I stuffed everything in the room near the door, so it would delay any vampire coming in, long enough for me to go out the window, I didn't want to see any of THEM. I shoved the music in my ear and calmed myself m,aking my thoughts disappear as I lay on the bed sisiuated near the door, I only realized then how trapped id been I knew what I was going to do, so I drifted off to sleep thinking about the next day.

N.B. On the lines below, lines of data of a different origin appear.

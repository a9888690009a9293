import { spawnSync } from 'node:child_process';
import { existsSync, mkdirSync, readdirSync, writeFileSync } from 'node:fs';
import { join } from 'node:path';
import process from 'node:process';
import { SetupFailure } from '../bootstrap/setup-failure.mjs';

/** Where Debian puts the programs of each major version. */
const VERSIONS_FOLDER = '/usr/lib/postgresql';
const CLUSTER_SETTINGS = '/etc/postgresql-common/createcluster.d';

const BY_HAND =
  'install PostgreSQL 13 or newer (Debian, Ubuntu: apt-get install postgresql), ' +
  'or set DATABASE_URL to a server that is there';

/** The programs of one major version of PostgreSQL. */
export interface Programs {
  readonly major: number;
  readonly initdb: string;
  readonly control: string;
}

function programsOf(folder: string, major: number): Programs | undefined {
  const bin = join(folder, String(major), 'bin');
  const [initdb, control, server] = ['initdb', 'pg_ctl', 'postgres'].map((name) => join(bin, name));
  return [initdb, control, server].every((file) => existsSync(file)) ? { major, initdb, control } : undefined;
}

/**
 * The newest installed programs, or those of one major version: data can only be read by the version that wrote
 * them.
 */
export function findPrograms(major?: number, folder = VERSIONS_FOLDER): Programs | undefined {
  if (major !== undefined) return programsOf(folder, major);
  if (!existsSync(folder)) return undefined;
  return readdirSync(folder)
    .map(Number)
    .filter((version) => version >= 13)
    .sort((a, b) => b - a)
    .map((version) => programsOf(folder, version))
    .find((programs) => programs !== undefined);
}

/** Starts a program with its output on standard error, since standard output belongs to the command. */
export type RunInstaller = (program: string, args: readonly string[]) => { succeeded: boolean };

const runInstaller: RunInstaller = (program, args) => {
  const { status } = spawnSync(program, args, {
    stdio: ['ignore', 2, 2],
    env: { ...process.env, DEBIAN_FRONTEND: 'noninteractive' },
  });
  return { succeeded: status === 0 };
};

export interface InstallOptions {
  readonly isRoot: boolean;
  readonly run: RunInstaller;
  readonly settingsFolder: string;
}

/**
 * Installs PostgreSQL from the system's packages. These would start a server of their own at once, with data
 * outside of this checkout; a setting written beforehand keeps them from it.
 *
 * @throws SetupFailure that says what to install, where it is not permitted or fails
 */
export function installPrograms({ isRoot, run, settingsFolder }: InstallOptions): void {
  if (!isRoot || !run('apt-get', ['--version']).succeeded) {
    throw new SetupFailure(`PostgreSQL is not installed: ${BY_HAND}`);
  }
  mkdirSync(settingsFolder, { recursive: true });
  writeFileSync(join(settingsFolder, 'tareline.conf'), 'create_main_cluster = false\n');
  process.stderr.write('tareline: installing PostgreSQL (apt-get)\n');
  const installed =
    run('apt-get', ['update', '--quiet']).succeeded &&
    run('apt-get', ['install', '--yes', '--quiet', '--no-install-recommends', 'postgresql']).succeeded;
  if (!installed) throw new SetupFailure(`PostgreSQL could not be installed by apt-get: ${BY_HAND}`);
}

/**
 * The programs of PostgreSQL, installed where they are absent and the system permits it.
 *
 * @param major the version that wrote the data at hand, undefined where there are none
 * @throws SetupFailure that says what to install
 */
export function requirePrograms(major?: number): Programs {
  const found = findPrograms(major);
  if (found !== undefined) return found;
  if (major !== undefined) {
    throw new SetupFailure(
      `the database of this checkout was made by PostgreSQL ${major}, which is no longer installed: install it ` +
        `again (apt-get install postgresql-${major})`,
    );
  }
  installPrograms({
    isRoot: process.getuid?.() === 0,
    run: runInstaller,
    settingsFolder: CLUSTER_SETTINGS,
  });
  const installed = findPrograms();
  if (installed === undefined) throw new SetupFailure(`PostgreSQL is not installed: ${BY_HAND}`);
  return installed;
}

When I awoke I immediately ran to the throne room, the guests had left id heard and I was ready to see Aro, problem was Jane and Alec were in there as well as I opened the door, I stared at them my chest tightening, I glanced at the spot where Christian had been and back to Alec, he was glaring at the floor his jaw popping out, I didn't even give a damn. I walked slowly up to Aro, his face showing pure happiness and calm that was until I said something ''I want to go home'' I said quietly but defiantly at him,his face fell into a humourous one as everyone laughed at my comment except Alec I gulped ''why you are home dear'' Aro said, clueless much?
I growled and the laughter simmered down growling at Aro Volturi the leader of them was very very bad doubt that any vampires had ever done it, his face still shone amusement not annoyed at all. I stepped back from him a little so I was directly in front of the witch twins ''no,I mean my real home, I mean where my best friend is, this is not home'' I said through clenched teeth, my heart plummeted as Alec's head snapped up, as did Janes, I started walking backwards as Aro's face looked unbelieved I sighed as Alec started shaking his head in the corner of my eye I seethed. ''um very well…miss Cullen…you were a great guest I can't keep you here against your will, im sorry for any inconveniences'' Aro's words were confused and ancient like thinking about me gone hurt him, it hurt me too but I needed to get out of this and house despite my feelings towards certain members of the volturi, him calling me miss *Cullen* instead of volturi made my blood run cold…I was technically a Cullen but no one ever used or did call me that…it made me feel just awful.
I nodded chewing my lip to stop me from crying right at that moment, I started walking backwards towards the door, looking at the scene one last time…the apparently evil volturi seemed almost normal at that point, but in the back of my mind the little boy's blue eyes turned to ice as I remembered realizing Alec had made him die by awakening me from death. I shuddered as Alec's all too familiar hand touched my arm as I opened the doors,this time a spark of anger jolted me up and I shoved him away, he regained his posture and looked at me, his lips trembling my emotions were hazy I wished for jasper's power then. Alec shook his head ad glanced at me ''i—can't- you cant go'' his voice was cracked and almost high pitched at the last word, I mentally categorized this as my most heart breaking tear jerking moments in my life, I clenched my teeth looked at him in the eye and said ''well I am, you're not going to stop me, I left my best friend Seth to come here and I'm going to spend the rest of my life regretting it and trying to get him to forgive me'' I said in a tight hiss, every word was true, part of me wanted to leave becase I realized how much I mustve changed since being here, I barely ever talked to seth anymore I was devastated, at the reply of Alec my heart stopped beating ''well I hope the mutt enjoys your company, for every second I spent with you I hate'' the last thing I seen was his ruby red eyes just before he slammed the Italian doors in my face, I was bewildered but with fear of what would happen when I arrived ran to forks, the weather changed dramatically the rain and clouds only increased my depressed mood.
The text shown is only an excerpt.